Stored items
= = = = = = =

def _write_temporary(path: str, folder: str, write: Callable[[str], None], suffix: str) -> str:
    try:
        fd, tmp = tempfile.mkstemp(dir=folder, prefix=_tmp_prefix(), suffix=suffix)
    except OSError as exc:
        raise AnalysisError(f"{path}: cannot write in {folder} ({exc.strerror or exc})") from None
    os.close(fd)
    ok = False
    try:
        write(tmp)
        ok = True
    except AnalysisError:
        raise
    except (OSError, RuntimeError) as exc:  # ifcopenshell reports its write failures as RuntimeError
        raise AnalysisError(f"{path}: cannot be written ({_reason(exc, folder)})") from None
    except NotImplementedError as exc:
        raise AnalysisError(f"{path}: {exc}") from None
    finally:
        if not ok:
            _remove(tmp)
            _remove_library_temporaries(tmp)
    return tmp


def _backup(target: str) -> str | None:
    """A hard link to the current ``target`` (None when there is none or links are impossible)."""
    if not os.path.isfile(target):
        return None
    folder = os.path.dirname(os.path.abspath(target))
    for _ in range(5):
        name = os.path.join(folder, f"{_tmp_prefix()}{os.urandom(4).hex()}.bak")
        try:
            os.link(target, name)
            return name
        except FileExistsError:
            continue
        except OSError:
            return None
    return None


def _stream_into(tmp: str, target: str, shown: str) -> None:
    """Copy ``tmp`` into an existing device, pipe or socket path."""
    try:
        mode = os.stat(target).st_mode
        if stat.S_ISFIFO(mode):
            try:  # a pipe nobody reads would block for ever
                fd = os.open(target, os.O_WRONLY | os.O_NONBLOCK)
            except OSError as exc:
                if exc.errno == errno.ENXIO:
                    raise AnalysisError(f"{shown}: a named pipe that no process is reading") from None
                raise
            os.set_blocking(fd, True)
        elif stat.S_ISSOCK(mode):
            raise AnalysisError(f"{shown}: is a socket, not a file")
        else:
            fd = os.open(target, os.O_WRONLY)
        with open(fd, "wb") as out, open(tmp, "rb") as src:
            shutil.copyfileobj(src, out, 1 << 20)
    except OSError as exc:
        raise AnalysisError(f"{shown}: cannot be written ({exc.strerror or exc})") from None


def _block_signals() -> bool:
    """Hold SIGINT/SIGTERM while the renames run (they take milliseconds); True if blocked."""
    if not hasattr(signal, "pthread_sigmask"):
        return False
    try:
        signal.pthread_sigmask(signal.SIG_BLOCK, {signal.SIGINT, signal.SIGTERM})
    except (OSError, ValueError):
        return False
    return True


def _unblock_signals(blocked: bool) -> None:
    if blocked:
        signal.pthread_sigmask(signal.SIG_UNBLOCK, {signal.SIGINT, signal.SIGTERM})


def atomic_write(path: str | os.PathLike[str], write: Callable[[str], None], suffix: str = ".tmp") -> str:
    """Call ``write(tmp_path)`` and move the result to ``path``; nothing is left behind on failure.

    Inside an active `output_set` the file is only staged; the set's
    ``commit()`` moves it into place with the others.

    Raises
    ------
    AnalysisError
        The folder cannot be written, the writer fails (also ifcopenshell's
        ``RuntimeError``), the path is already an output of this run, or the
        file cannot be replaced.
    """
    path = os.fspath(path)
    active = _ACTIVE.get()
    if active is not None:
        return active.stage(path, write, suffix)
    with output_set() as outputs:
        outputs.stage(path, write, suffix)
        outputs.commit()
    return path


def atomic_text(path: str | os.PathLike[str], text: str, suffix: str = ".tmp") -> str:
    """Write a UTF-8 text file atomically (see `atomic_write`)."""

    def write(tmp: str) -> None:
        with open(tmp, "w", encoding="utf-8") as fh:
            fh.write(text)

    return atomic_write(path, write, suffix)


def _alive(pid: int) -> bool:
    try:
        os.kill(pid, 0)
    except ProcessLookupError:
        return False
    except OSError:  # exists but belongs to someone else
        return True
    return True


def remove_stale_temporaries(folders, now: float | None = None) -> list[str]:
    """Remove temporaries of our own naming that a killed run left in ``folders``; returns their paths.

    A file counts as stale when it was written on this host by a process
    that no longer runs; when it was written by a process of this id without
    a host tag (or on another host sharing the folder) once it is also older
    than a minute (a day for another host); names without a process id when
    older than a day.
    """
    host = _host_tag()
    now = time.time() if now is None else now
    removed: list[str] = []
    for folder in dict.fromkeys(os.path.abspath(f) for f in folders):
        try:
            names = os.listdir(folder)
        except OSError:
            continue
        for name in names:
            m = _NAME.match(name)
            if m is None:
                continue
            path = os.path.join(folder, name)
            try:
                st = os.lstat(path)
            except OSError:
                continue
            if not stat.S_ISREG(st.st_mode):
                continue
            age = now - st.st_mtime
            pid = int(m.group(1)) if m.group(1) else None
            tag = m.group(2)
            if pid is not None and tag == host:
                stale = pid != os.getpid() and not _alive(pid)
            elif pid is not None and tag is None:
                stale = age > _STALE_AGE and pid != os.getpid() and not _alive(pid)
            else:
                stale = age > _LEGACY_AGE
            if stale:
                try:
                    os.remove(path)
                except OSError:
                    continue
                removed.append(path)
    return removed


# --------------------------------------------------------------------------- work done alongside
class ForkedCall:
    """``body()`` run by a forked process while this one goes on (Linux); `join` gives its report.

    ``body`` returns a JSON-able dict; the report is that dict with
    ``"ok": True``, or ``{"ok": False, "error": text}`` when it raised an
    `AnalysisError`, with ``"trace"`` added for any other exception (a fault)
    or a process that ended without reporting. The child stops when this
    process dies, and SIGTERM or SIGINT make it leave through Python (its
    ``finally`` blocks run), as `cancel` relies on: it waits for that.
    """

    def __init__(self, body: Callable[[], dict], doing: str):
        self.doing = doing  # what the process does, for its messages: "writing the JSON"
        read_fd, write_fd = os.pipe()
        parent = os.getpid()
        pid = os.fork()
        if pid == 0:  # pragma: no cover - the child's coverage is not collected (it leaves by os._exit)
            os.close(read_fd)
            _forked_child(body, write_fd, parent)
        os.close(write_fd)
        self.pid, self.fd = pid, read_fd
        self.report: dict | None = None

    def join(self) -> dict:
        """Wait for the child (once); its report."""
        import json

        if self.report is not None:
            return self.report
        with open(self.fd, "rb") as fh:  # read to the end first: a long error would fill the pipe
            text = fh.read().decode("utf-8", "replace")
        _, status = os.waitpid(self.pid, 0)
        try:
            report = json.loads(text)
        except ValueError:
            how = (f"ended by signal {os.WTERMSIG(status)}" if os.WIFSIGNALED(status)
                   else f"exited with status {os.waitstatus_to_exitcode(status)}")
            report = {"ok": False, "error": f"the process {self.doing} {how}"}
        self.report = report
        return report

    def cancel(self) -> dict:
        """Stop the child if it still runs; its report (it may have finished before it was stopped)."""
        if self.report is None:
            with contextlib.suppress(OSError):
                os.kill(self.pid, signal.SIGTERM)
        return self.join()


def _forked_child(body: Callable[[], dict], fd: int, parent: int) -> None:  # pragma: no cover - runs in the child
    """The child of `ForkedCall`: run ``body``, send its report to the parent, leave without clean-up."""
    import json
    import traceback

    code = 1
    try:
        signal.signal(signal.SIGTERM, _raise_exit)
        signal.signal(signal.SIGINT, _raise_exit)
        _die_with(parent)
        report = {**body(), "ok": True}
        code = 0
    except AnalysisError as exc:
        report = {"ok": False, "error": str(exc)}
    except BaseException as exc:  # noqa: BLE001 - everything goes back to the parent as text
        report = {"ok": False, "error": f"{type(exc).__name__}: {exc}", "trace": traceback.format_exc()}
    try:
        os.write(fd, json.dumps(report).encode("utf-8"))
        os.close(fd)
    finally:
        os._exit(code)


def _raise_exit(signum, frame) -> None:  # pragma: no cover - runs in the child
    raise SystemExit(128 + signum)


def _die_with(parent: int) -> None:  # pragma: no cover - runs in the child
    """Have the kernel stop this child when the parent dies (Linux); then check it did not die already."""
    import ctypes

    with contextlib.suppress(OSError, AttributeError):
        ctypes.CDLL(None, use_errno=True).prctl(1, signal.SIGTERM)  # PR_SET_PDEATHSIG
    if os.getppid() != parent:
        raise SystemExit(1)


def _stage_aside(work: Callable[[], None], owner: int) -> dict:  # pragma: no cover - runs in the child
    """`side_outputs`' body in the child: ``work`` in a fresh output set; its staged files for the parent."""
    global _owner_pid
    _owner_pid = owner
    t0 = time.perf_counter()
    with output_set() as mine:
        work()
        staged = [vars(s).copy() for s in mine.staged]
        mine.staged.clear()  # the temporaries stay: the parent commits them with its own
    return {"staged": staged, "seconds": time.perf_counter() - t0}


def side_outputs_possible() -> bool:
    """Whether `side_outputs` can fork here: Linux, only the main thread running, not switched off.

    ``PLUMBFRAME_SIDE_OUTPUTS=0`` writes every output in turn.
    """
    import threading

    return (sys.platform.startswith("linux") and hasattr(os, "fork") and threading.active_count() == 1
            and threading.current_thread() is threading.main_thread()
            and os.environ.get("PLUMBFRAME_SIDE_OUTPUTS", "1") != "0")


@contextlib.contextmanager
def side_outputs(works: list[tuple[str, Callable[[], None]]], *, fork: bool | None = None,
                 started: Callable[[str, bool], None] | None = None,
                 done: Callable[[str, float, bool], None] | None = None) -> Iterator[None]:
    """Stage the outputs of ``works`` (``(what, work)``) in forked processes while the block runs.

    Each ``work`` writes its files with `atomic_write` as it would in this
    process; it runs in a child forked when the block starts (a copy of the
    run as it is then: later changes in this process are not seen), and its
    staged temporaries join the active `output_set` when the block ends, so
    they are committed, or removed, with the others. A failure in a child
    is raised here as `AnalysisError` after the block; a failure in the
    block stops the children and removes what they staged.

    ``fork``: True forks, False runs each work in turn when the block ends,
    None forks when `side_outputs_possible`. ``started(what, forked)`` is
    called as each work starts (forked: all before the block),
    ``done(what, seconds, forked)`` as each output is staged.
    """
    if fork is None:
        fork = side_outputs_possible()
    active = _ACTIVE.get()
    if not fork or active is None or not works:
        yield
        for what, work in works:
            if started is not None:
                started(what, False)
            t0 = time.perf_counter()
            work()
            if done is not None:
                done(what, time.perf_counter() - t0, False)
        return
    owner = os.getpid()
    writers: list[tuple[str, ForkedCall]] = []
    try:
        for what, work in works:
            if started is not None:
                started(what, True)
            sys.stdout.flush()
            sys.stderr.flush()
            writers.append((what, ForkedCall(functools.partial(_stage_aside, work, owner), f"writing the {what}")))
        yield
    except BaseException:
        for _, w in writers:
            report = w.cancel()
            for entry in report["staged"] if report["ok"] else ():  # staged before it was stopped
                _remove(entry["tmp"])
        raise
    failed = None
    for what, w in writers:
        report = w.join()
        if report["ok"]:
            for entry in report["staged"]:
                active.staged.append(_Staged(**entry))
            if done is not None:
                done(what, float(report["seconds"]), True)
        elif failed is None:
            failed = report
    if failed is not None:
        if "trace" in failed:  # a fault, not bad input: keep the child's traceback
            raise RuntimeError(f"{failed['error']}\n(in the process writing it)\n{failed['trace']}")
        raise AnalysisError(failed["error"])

= = = = = = =

# What is expected
Copy out only the lines above from the one with "writers: list[tuple[str, ForkedCall]]" to the one with "the child's traceback", inclusive, exactly as they stand.

# Written reply
    writers: list[tuple[str, ForkedCall]] = []
    try:
        for what, work in works:
            if started is not None:
                started(what, True)
            sys.stdout.flush()
            sys.stderr.flush()
            writers.append((what, ForkedCall(functools.partial(_stage_aside, work, owner), f"writing the {what}")))
        yield
    except BaseException:
        for _, w in writers:
            report = w.cancel()
            for entry in report["staged"] if report["ok"] else ():  # staged before it was stopped
                _remove(entry["tmp"])
        raise
    failed = None
    for what, w in writers:
        report = w.join()
        if report["ok"]:
            for entry in report["staged"]:
                active.staged.append(_Staged(**entry))
            if done is not None:
                done(what, float(report["seconds"]), True)
        elif failed is None:
            failed = report
    if failed is not None:
        if "trace" in failed:  # a fault, not bad input: keep the child's traceback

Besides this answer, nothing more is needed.